Les chaussures d'Arthur n'étaient pas près de la porte. C'est la première chose que j'ai remarquée. La deuxième, c'est que ses clés n'étaient pas accrochées au crochet au-dessus de l'interrupteur. Il y avait juste un emplacement vide, là où elles étaient toujours.

« Arthur », ai-je appelé en posant un sac de pommes de terre sur le comptoir. Aucune réponse.

J'ai vérifié le salon, la salle de bain, le garage. Rien.

Je suis ensuite entrée dans notre chambre. Son côté du placard me fixait du regard. Des cintres vides, des chemises manquantes, le beau costume disparu. Pas tout n'avait disparu. Juste une partie de sa vie.

La valise avait disparu de sous le lit — la bleue qu'il avait achetée pour notre voyage de vingt ans.

Son tiroir contenant le passeport et les vieux reçus avaient été partiellement vidé, comme si quelqu'un avait fait ses valises rapidement mais avec soin.

Mon téléphone a vibré sur la commode. Je l'ai attrapé, m'attendant à un message de sa part m'expliquant une étrange urgence. Au lieu de cela, c'était une alerte bancaire. ALERTE : 91 000 € transférés de mon compte épargne.

Tout. Nos économies. Notre retraite. Notre fonds d'urgence.

Tous les choix mûrement réfléchis que nous avions faits pendant vingt-cinq ans, anéantis en un seul déménagement.

Je l'ai appelé. Directement sur sa messagerie. Ça n'a même pas sonné.

J'ai essayé encore et encore jusqu'à ce que ma main tremble trop pour tenir le téléphone.

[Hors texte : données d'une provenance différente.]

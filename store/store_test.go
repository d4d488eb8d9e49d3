package store

import (
	"context"
	"errors"
	"iter"
	"path/filepath"
	"strings"
	"testing"
	"time"

	"github.com/google/go-cmp/cmp"

	"ringbook/snubber"
)

// openTemp opens a new logbook in a folder of its own.
func openTemp(t testing.TB) *Logbook {
	t.Helper()
	lb, err := Open(t.Context(), filepath.Join(t.TempDir(), "ringbook.db"))
	if err != nil {
		t.Fatal(err)
	}
	t.Cleanup(func() { lb.Close() })
	return lb
}

// example is a trial with five readings, one of them with repeats and an instrument.
func example() snubber.Trial {
	return snubber.Trial{
		Board: "Kestrel", Revision: "B", At: time.Date(2026, 3, 1, 9, 30, 0, 123456789, time.UTC), Session: "morning",
		Network: snubber.Network{Kind: snubber.RC, C: 470e-12, CTol: 0.05, R: 10, RTol: 0.01, ESR: 0.2, MeasuredC: 468e-12, MeasuredU: 1e-12},
		Point:   snubber.OperatingPoint{BusV: 48, CurrentA: 6.5, SwitchingHz: 250e3},
		ProbeC:  9.5e-12,
		Readings: []snubber.Reading{
			{Quantity: snubber.RingHz, Value: 1.8e6, U: 2e3, Repeats: []float64{1.801e6, 1.799e6, 1.8e6}, Instrument: "Larkspur Works,Scope 4,0007,1.2"},
			{Quantity: snubber.DecayS, Value: 0.9e-6, U: 1e-8},
			{Quantity: snubber.PeakV, Value: 71.25},
			{Quantity: snubber.SupplyA, Value: 1.25, Instrument: "Larkspur Works,Supply 2,0011,3.0"},
			{Quantity: snubber.TempC, Value: -4},
		},
		Part: "drawer 3, blue", Note: "first\n\ttry \"quoted\", größer",
	}
}

// many is n trials like example, each with a value of its own.
func many(n int) iter.Seq2[snubber.Trial, error] {
	return func(yield func(snubber.Trial, error) bool) {
		for i := range n {
			trial := example()
			trial.Readings[1].Value = float64(i+1) * 1e-9
			if !yield(trial, nil) {
				return
			}
		}
	}
}

func mustAdd(t testing.TB, lb *Logbook, trial snubber.Trial) string {
	t.Helper()
	id, err := lb.Add(t.Context(), trial)
	if err != nil {
		t.Fatal(err)
	}
	return id
}

func collect(t testing.TB, lb *Logbook, s Scope) []snubber.Trial {
	t.Helper()
	var all []snubber.Trial
	for trial, err := range lb.Trials(t.Context(), s) {
		if err != nil {
			t.Fatal(err)
		}
		all = append(all, trial)
	}
	return all
}

func TestAddThenRead(t *testing.T) {
	lb := openTemp(t)
	want := example()
	want.ID = mustAdd(t, lb, want)
	bare := snubber.Trial{Board: "Kestrel", Revision: "B", At: want.At.Add(-time.Nanosecond), Network: snubber.Network{Kind: snubber.Bare}}
	bare.ID = mustAdd(t, lb, bare)

	if diff := cmp.Diff([]snubber.Trial{bare, want}, collect(t, lb, Scope{})); diff != "" {
		t.Error("as logged, in the order read (-want +got):\n" + diff)
	}
	if err := lb.Close(); err != nil {
		t.Fatal(err)
	}
	again, err := OpenReadOnly(t.Context(), lb.Path())
	if err != nil {
		t.Fatal(err)
	}
	defer again.Close()
	got, err := again.Trial(t.Context(), want.ID)
	if err != nil {
		t.Fatal(err)
	}
	if diff := cmp.Diff(want, got); diff != "" {
		t.Error("after closing and opening (-want +got):\n" + diff)
	}
	if _, err := again.Add(t.Context(), example()); !errors.Is(err, ErrReadOnly) {
		t.Errorf("Add to a logbook open for reading alone: %v", err)
	}
}

func TestAddDatesWhatHasNoTime(t *testing.T) {
	lb := openTemp(t)
	before := time.Now()
	trial := example()
	trial.At = time.Time{}
	id := mustAdd(t, lb, trial)
	got, err := lb.Trial(t.Context(), id)
	if err != nil || got.At.Before(before) || got.At.After(time.Now()) {
		t.Errorf("at = %v, %v; want the time of logging", got.At, err)
	}
}

func TestScope(t *testing.T) {
	lb := openTemp(t)
	day := func(n int) time.Time { return time.Date(2026, 1, n, 0, 0, 0, 0, time.UTC) }
	for i, br := range []string{"A 1", "A 2", "B 1", "A 1", "B 1"} {
		board, rev, _ := strings.Cut(br, " ")
		trial := snubber.Trial{Board: board, Revision: rev, At: day(i + 1), Network: snubber.Network{Kind: snubber.Bare}, Note: string(rune('a' + i))}
		if i == 3 {
			trial.Struck = "probe fell off"
		}
		mustAdd(t, lb, trial)
	}
	for _, c := range []struct {
		name  string
		scope Scope
		want  string
	}{
		{"all that stands", Scope{}, "abce"},
		{"struck too", Scope{IncludeStruck: true}, "abcde"},
		{"a board", Scope{Board: "A"}, "ab"},
		{"a revision of it", Scope{Board: "A", Revision: "1", IncludeStruck: true}, "ad"},
		{"a revision's name on any board", Scope{Revision: "1"}, "ace"},
		{"since is inclusive, until is not", Scope{Since: day(2), Until: day(5)}, "bc"},
		{"the latest two, oldest first", Scope{Limit: 2}, "ce"},
		{"the latest of a board", Scope{Board: "A", Limit: 1}, "b"},
		{"an unknown board", Scope{Board: "C"}, ""},
		{"a hostile board", Scope{Board: "A' OR 1=1 --"}, ""},
	} {
		got := ""
		for _, trial := range collect(t, lb, c.scope) {
			got += trial.Note
		}
		if got != c.want {
			t.Errorf("%s: trials %q, want %q", c.name, got, c.want)
		}
	}
	revs, err := lb.Revisions(t.Context(), Scope{Since: day(2)})
	if err != nil {
		t.Fatal(err)
	}
	want := []Revision{
		{Board: "A", Name: "2", Trials: 1, First: day(2), Last: day(2)},
		{Board: "B", Name: "1", Trials: 2, First: day(3), Last: day(5)},
	}
	if diff := cmp.Diff(want, revs); diff != "" {
		t.Error("revisions (-want +got):\n" + diff)
	}
}

func TestStopReadingHalfway(t *testing.T) {
	lb := openTemp(t)
	for range 3 {
		mustAdd(t, lb, example())
	}
	for trial, err := range lb.Trials(t.Context(), Scope{}) {
		if err != nil {
			t.Fatal(err)
		}
		mustAdd(t, lb, example()) // a write during a read neither waits nor shows
		_ = trial
		break
	}
	ctx, cancel := context.WithCancel(t.Context())
	defer cancel()
	n := 0
	var last error
	for _, err := range lb.Trials(ctx, Scope{}) {
		n++
		last = err
		cancel()
	}
	if !errors.Is(last, context.Canceled) {
		t.Errorf("after %d trials: %v; want the end of the context", n, last)
	}
	if got := len(collect(t, lb, Scope{})); got != 4 {
		t.Errorf("%d trials, want 4", got)
	}
}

Paniquée, je suis allée à la banque et j'ai demandé à la guichetière de vérifier les détails. « Un seul virement, madame », at-elle dit. « Virement sortant. Le jour même. Authentifié en ligne. » Son nom y figurait. Pas le mien.

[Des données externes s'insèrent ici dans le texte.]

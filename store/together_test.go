package store

import (
	"context"
	"database/sql"
	"errors"
	"path/filepath"
	"slices"
	"strconv"
	"strings"
	"sync"
	"testing"
	"time"
)

func TestOpenTogether(t *testing.T) {
	for range 5 {
		path := filepath.Join(t.TempDir(), "ringbook.db")
		var all sync.WaitGroup
		for range 6 {
			all.Go(func() {
				lb, err := Open(t.Context(), path)
				if err != nil {
					t.Error(err)
					return
				}
				defer lb.Close()
				if _, err := lb.Add(t.Context(), example()); err != nil {
					t.Error(err)
				}
			})
		}
		all.Wait()
		lb, err := Open(t.Context(), path)
		if err != nil {
			t.Fatal(err)
		}
		if n := len(collect(t, lb, Scope{})); n != 6 {
			t.Errorf("%d trials, want 6", n)
		}
		lb.Close()
	}
}

func TestLockedTooLong(t *testing.T) {
	path := filepath.Join(t.TempDir(), "ringbook.db")
	lb, err := open(t.Context(), path, 50*time.Millisecond)
	if err != nil {
		t.Fatal(err)
	}
	defer lb.Close()
	other, err := sql.Open("sqlite", path)
	if err != nil {
		t.Fatal(err)
	}
	defer other.Close()
	conn, err := other.Conn(t.Context())
	if err != nil {
		t.Fatal(err)
	}
	defer conn.Close()
	if _, err := conn.ExecContext(t.Context(), "BEGIN IMMEDIATE"); err != nil {
		t.Fatal(err)
	}
	if _, err := lb.Add(t.Context(), example()); !errors.Is(err, ErrBusy) || !strings.Contains(err.Error(), "another program") {
		t.Errorf("Add while another writes: %v", err)
	}
	// With the whole ten seconds to wait, the end of the context ends the wait.
	patient, err := Open(t.Context(), path)
	if err != nil {
		t.Fatal(err)
	}
	defer patient.Close()
	ctx, cancel := context.WithTimeout(t.Context(), 50*time.Millisecond)
	defer cancel()
	start := time.Now()
	if _, err := patient.Add(ctx, example()); !errors.Is(err, context.DeadlineExceeded) || time.Since(start) > 5*time.Second {
		t.Errorf("Add with a deadline of 50 ms: %v after %v", err, time.Since(start))
	}
	if _, err := conn.ExecContext(t.Context(), "ROLLBACK"); err != nil {
		t.Fatal(err)
	}
	mustAdd(t, patient, example())
}

// TestTwoProgramsAtOnce has two processes, and two goroutines here, log to one file while another reads it.
func TestTwoProgramsAtOnce(t *testing.T) {
	path := filepath.Join(t.TempDir(), "ringbook.db")
	lb, err := Open(t.Context(), path)
	if err != nil {
		t.Fatal(err)
	}
	defer lb.Close()
	const each = 40
	var mu sync.Mutex
	ids := map[string]bool{}
	keep := func(id string) {
		mu.Lock()
		defer mu.Unlock()
		ids[id] = true
	}
	var writers, readers sync.WaitGroup
	for range 2 {
		writers.Go(func() {
			cmd, lines := startChild(t, path, strconv.Itoa(each))
			lines.Scan() // ready
			for lines.Scan() {
				keep(lines.Text())
			}
			if err := cmd.Wait(); err != nil {
				t.Error("a child failed:", err)
			}
		})
		writers.Go(func() {
			for range each {
				id, err := lb.Add(t.Context(), example())
				if err != nil {
					t.Error(err)
				}
				keep(id)
			}
		})
	}
	ctx, cancel := context.WithCancel(t.Context())
	readers.Go(func() {
		for last := 0; ctx.Err() == nil; {
			n := 0
			for _, err := range lb.Trials(ctx, Scope{}) {
				if err != nil {
					if !errors.Is(err, context.Canceled) {
						t.Error(err)
					}
					return
				}
				n++
			}
			if n < last {
				t.Errorf("a reader saw %d trials after %d", n, last)
			}
			last = n
		}
	})
	writers.Wait()
	cancel()
	readers.Wait()
	for _, trial := range collect(t, lb, Scope{}) {
		delete(ids, trial.ID)
	}
	if n := len(collect(t, lb, Scope{})); n != 4*each || len(ids) != 0 {
		t.Errorf("%d trials, want %d; lost: %v", n, 4*each, ids)
	}
}

// TestWaveformsFromTwoProgramsAtOnce has another process log waveforms while this one does, and each sees its own.
func TestWaveformsFromTwoProgramsAtOnce(t *testing.T) {
	lb := openTemp(t)
	const each = 20
	var ids []string
	cmd, lines := startChild(t, lb.Path(), strconv.Itoa(each)+" with waveforms")
	lines.Scan() // ready
	for range each {
		id, _ := mustAddWithWaveforms(t, lb)
		ids = append(ids, id)
	}
	for lines.Scan() {
		ids = append(ids, lines.Text())
	}
	if err := cmd.Wait(); err != nil {
		t.Fatal("the child failed:", err)
	}
	_, want := withWaveforms()
	seen := map[string]bool{}
	for _, id := range ids {
		for i, w := range waveforms(t, lb, id) {
			if w.TrialID != id || !slices.Equal(w.Volts, want[i].Volts) {
				t.Errorf("waveform %s of trial %s is another", w.ID, id)
			}
			seen[w.ID] = true
		}
	}
	if len(ids) != 2*each || len(seen) != 4*each {
		t.Errorf("%d trials with %d waveforms, want %d with %d", len(ids), len(seen), 2*each, 4*each)
	}
}

// TestReadersLeaveNothing has readers come and go beside each other and beside a writer.
func TestReadersLeaveNothing(t *testing.T) {
	dir := t.TempDir()
	path := filepath.Join(dir, "ringbook.db")
	lb, err := Open(t.Context(), path)
	if err != nil {
		t.Fatal(err)
	}
	mustAdd(t, lb, example())
	var readers sync.WaitGroup
	for range 4 {
		readers.Go(func() {
			for range 10 {
				r, err := OpenReadOnly(t.Context(), path)
				if err != nil {
					t.Error(err)
					return
				}
				if _, err := r.db.ExecContext(t.Context(), "INSERT INTO board (name) VALUES ('x')"); err == nil {
					t.Error("a logbook open for reading alone was written to")
				}
				if n := len(collect(t, r, Scope{})); n == 0 {
					t.Error("no trials")
				}
				if err := r.Close(); err != nil {
					t.Error(err)
				}
			}
		})
	}
	for range 50 {
		mustAdd(t, lb, example())
	}
	if err := lb.Close(); err != nil {
		t.Error(err)
	}
	readers.Wait()
	if names, _ := filepath.Glob(filepath.Join(dir, "*")); len(names) != 1 {
		t.Errorf("left beside the logbook: %v", names)
	}
	r, err := OpenReadOnly(t.Context(), path)
	if err != nil {
		t.Fatal(err)
	}
	defer r.Close()
	if n := len(collect(t, r, Scope{})); n != 51 {
		t.Errorf("%d trials, want 51", n)
	}
}

// TestProgramsComeAndGo has processes open, read or write, and close again beside each other: none finds fault with a file
// that another is just changing, and nothing stays beside it.
func TestProgramsComeAndGo(t *testing.T) {
	dir := t.TempDir()
	path := filepath.Join(dir, "ringbook.db")
	lb, err := Open(t.Context(), path)
	if err != nil {
		t.Fatal(err)
	}
	mustAdd(t, lb, example())
	if err := lb.Close(); err != nil {
		t.Fatal(err)
	}
	var programs sync.WaitGroup
	for _, work := range []string{"read", "read", "read", "3 with waveforms"} {
		programs.Go(func() {
			for range rounds(t, 15) {
				cmd, lines := startChild(t, path, work)
				for lines.Scan() {
				}
				if err := cmd.Wait(); err != nil {
					t.Errorf("%s: %v", work, err)
				}
			}
		})
	}
	programs.Wait()
	if names, _ := filepath.Glob(filepath.Join(dir, "*")); len(names) != 1 {
		t.Errorf("left beside the logbook: %v", names)
	}
}
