package store

import (
	"strings"
	"time"
)

// Scope says which trials are meant. The zero Scope is every trial that stands.
type Scope struct {
	Board         string    // its name; "" for any
	Revision      string    // its name; "" for any
	Since         time.Time // read at this time or later; zero for no bound
	Until         time.Time // read before this time; zero for no bound
	IncludeStruck bool      // trials marked as wrong too
	Limit         int       // the latest so many of them; 0 for all
}

// where is the scope as a condition on trial t.
func (s Scope) where() (string, []any) {
	conditions, args := []string{"TRUE"}, []any(nil)
	add := func(condition string, arg any) {
		conditions, args = append(conditions, condition), append(args, arg)
	}
	// One revision is asked for with =, not IN: so its trials come in the order of the index trial_by_revision, unsorted.
	const of = "(SELECT v.id FROM revision v JOIN board b ON b.id = v.board WHERE "
	switch {
	case s.Board != "" && s.Revision != "":
		add("t.revision = "+of+"b.name = ? AND v.name = ?)", s.Board)
		args = append(args, s.Revision)
	case s.Board != "":
		add("t.revision IN "+of+"b.name = ?)", s.Board)
	case s.Revision != "":
		add("t.revision IN "+of+"v.name = ?)", s.Revision)
	}
	if !s.Since.IsZero() {
		add("t.at >= ?", timeText(s.Since))
	}
	if !s.Until.IsZero() {
		add("t.at < ?", timeText(s.Until))
	}
	if !s.IncludeStruck {
		conditions = append(conditions, "NOT EXISTS (SELECT 1 FROM strike k WHERE k.trial = t.seq)")
	}
	return strings.Join(conditions, " AND "), args
}

// picked is the scope as a table of trials (seq, at) to select from.
func (s Scope) picked() (string, []any) {
	where, args := s.where()
	table := "SELECT t.seq AS seq, t.at AS at FROM trial t WHERE " + where
	if s.Limit > 0 {
		table += " ORDER BY t.at DESC, t.seq DESC LIMIT ?"
		args = append(args, s.Limit)
	}
	return table, args
}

Plus tard, ils ont retrouvé sa voiture garée au parking de l'aéroport. La police est venue et a recueilli ma déposition.

« Madame », dit l'agent, « les adultes sont autorisés à partir. »
« Partez », ai-je répété. « Avec tout. »

Il n'y avait pas de mot. Aucune explication. Juste un panier à linge plein de ses vêtements vendus dans un coin, qui sentait son eau de Cologne et l'herbe coupée.

Pendant la première semaine, je n'en ai parlé à personne. Je me suis persuadé qu'il devait y avoir une raison, quelque chose de logique.

Au bout de deux semaines, j'ai appelé nos amis les plus proches et j'ai vu leur choc se transformer en silence.

« Crois-tu qu'il y ait quelqu'un d'autre ? » demande doucement Denise.

J'ai détesté la rapidité avec laquelle mes pensées ont basculé vers cette idée.

« Je ne sais pas », ai-je répondu. « Il a pris l'argent, pas ses clubs de golf. Est-ce que ça ressemble à un homme qui s'enfuit à Cancún avec une jeune fille de 20 ans ? »

Au bout d'un mois, la sympathie dans les yeux des gens s'est transformée en malaise.

À l'église, les gens hésitaient, faisaient un signe de la main à moitié, puis continuaient leur chemin. On ne peut pas prendre dans ses bras la femme dont le mari l'a volée et a disparu. Onrait d'être contaminé par son risque malheur.